## REQUIRED ACTION:
Write out the entries again exactly as they are given.

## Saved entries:
-- Opening Marker --
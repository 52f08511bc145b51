import type { AxisControl } from '../../runner/input/device-axis.ts';
import { isLever } from '../../runner/input/device-axis.ts';
import type { ButtonControl } from '../../runner/input/device-profile.ts';

export interface AxisWords {
  name: string;
  /** What the two ends do, low command first. */
  ends: readonly [string, string];
  /** Letters behind a percentage, low command first. */
  marks: readonly [string, string];
}

const LEVER_ENDS = { ends: ['idle', 'full'], marks: [' %', ' %'] } as const;
export const AXIS_WORDS: Readonly<Record<AxisControl, AxisWords>> = {
  pedals: { name: 'Pedals', ends: ['left', 'right'], marks: ['L', 'R'] },
  roll: { name: 'Stick, roll', ends: ['left', 'right'], marks: ['L', 'R'] },
  pitch: { name: 'Stick, pitch', ends: ['nose down', 'nose up'], marks: ['↓', '↑'] },
  levers: { name: 'All levers', ...LEVER_ENDS },
  'lever-1': { name: 'Lever 1', ...LEVER_ENDS },
  'lever-2': { name: 'Lever 2', ...LEVER_ENDS },
  'lever-3': { name: 'Lever 3', ...LEVER_ENDS },
  'lever-4': { name: 'Lever 4', ...LEVER_ENDS },
};

export const BUTTON_WORDS: Readonly<Record<ButtonControl, { name: string; does: string }>> = {
  freeze: { name: 'Freeze', does: 'freezes' },
  view: { name: 'Next view', does: 'changes the view' },
  'trim-left': { name: 'Trim left', does: 'trims the rudder left' },
  'trim-right': { name: 'Trim right', does: 'trims the rudder right' },
};

/** "62R", "7↑", "33 %": a command as the bars show it. */
export function commandText(control: AxisControl, command: number): string {
  const percent = Math.round(Math.abs(command) * 100);
  const [low, high] = AXIS_WORDS[control].marks;
  if (isLever(control)) return `${percent}${high}`;
  if (percent === 0) return '0';
  return `${percent}${command < 0 ? low : high}`;
}

/** "Rudder pedals, axis 2". */
export function placeText(device: string, source: 'axis' | 'button', index: number): string {
  return `${device}, ${source} ${index}`;
}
-- Closing Marker --
## YOUR SOLUTION:
repository 52f08511bc145b51
import type { AxisControl } from '../../runner/input/device-axis.ts';
import { isLever } from '../../runner/input/device-axis.ts';
import type { ButtonControl } from '../../runner/input/device-profile.ts';

export interface AxisWords {
  name: string;
  /** What the two ends do, low command first. */
  ends: readonly [string, string];
  /** Letters behind a percentage, low command first. */
  marks: readonly [string, string];
}

const LEVER_ENDS = { ends: ['idle', 'full'], marks: [' %', ' %'] } as const;
export const AXIS_WORDS: Readonly<Record<AxisControl, AxisWords>> = {
  pedals: { name: 'Pedals', ends: ['left', 'right'], marks: ['L', 'R'] },
  roll: { name: 'Stick, roll', ends: ['left', 'right'], marks: ['L', 'R'] },
  pitch: { name: 'Stick, pitch', ends: ['nose down', 'nose up'], marks: ['↓', '↑'] },
  levers: { name: 'All levers', ...LEVER_ENDS },
  'lever-1': { name: 'Lever 1', ...LEVER_ENDS },
  'lever-2': { name: 'Lever 2', ...LEVER_ENDS },
  'lever-3': { name: 'Lever 3', ...LEVER_ENDS },
  'lever-4': { name: 'Lever 4', ...LEVER_ENDS },
};

export const BUTTON_WORDS: Readonly<Record<ButtonControl, { name: string; does: string }>> = {
  freeze: { name: 'Freeze', does: 'freezes' },
  view: { name: 'Next view', does: 'changes the view' },
  'trim-left': { name: 'Trim left', does: 'trims the rudder left' },
  'trim-right': { name: 'Trim right', does: 'trims the rudder right' },
};

/** "62R", "7↑", "33 %": a command as the bars show it. */
export function commandText(control: AxisControl, command: number): string {
  const percent = Math.round(Math.abs(command) * 100);
  const [low, high] = AXIS_WORDS[control].marks;
  if (isLever(control)) return `${percent}${high}`;
  if (percent === 0) return '0';
  return `${percent}${command < 0 ? low : high}`;
}

/** "Rudder pedals, axis 2". */
export function placeText(device: string, source: 'axis' | 'button', index: number): string {
  return `${device}, ${source} ${index}`;
}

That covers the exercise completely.